Source material:
--- START ---

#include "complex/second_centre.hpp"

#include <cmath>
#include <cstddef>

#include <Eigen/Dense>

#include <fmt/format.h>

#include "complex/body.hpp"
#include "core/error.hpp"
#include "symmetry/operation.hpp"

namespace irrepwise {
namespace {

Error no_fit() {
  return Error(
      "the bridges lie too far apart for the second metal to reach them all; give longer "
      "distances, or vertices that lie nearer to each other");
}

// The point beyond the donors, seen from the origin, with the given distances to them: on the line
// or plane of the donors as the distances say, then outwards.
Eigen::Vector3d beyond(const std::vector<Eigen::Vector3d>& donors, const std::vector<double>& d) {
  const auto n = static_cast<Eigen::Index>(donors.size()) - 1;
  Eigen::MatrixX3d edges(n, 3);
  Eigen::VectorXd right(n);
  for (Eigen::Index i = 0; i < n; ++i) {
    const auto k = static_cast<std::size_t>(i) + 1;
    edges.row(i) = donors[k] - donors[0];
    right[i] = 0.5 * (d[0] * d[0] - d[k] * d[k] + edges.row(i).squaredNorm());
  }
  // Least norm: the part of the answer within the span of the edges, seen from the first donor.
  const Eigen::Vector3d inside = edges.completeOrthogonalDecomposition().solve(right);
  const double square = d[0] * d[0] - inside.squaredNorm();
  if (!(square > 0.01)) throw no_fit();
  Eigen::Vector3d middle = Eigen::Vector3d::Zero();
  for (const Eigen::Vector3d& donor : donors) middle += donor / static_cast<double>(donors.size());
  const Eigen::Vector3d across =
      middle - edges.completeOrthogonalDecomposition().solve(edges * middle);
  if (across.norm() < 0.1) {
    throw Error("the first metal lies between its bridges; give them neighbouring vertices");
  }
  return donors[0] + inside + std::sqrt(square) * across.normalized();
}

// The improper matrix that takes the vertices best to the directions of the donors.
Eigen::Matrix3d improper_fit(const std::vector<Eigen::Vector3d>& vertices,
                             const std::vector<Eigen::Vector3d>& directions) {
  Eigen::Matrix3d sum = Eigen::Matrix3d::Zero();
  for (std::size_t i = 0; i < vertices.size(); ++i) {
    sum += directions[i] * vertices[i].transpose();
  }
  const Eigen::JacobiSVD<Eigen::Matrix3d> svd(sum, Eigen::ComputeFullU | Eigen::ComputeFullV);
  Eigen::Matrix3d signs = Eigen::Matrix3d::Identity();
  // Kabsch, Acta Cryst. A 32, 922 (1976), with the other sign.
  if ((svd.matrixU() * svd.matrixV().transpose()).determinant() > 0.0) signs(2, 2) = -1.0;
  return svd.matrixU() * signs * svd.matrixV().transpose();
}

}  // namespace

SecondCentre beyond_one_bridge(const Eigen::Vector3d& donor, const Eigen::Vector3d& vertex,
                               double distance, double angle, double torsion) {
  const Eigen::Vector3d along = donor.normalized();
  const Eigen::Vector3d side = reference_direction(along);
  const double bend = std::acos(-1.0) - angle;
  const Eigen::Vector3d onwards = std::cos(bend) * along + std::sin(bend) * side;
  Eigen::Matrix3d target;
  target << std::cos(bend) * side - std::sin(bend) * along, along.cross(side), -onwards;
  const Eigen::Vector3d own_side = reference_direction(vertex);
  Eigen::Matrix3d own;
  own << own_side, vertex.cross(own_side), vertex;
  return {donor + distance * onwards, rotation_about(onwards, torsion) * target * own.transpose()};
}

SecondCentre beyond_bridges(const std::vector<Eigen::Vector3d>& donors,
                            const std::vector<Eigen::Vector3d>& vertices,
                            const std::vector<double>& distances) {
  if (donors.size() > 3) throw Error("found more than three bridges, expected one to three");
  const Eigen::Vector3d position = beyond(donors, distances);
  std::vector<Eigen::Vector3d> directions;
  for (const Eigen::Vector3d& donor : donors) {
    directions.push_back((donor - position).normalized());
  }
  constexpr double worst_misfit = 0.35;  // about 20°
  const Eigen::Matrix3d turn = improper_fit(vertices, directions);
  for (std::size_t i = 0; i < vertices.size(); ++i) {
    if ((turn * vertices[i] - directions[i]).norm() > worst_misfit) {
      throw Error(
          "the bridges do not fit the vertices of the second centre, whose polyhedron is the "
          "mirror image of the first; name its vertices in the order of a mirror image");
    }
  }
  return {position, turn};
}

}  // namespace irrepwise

--- END ---

Exercise directions:
Copy each line in the listing where "from" appears.

Response box:
// The point beyond the donors, seen from the origin, with the given distances to them: on the line
  // Least norm: the part of the answer within the span of the edges, seen from the first donor.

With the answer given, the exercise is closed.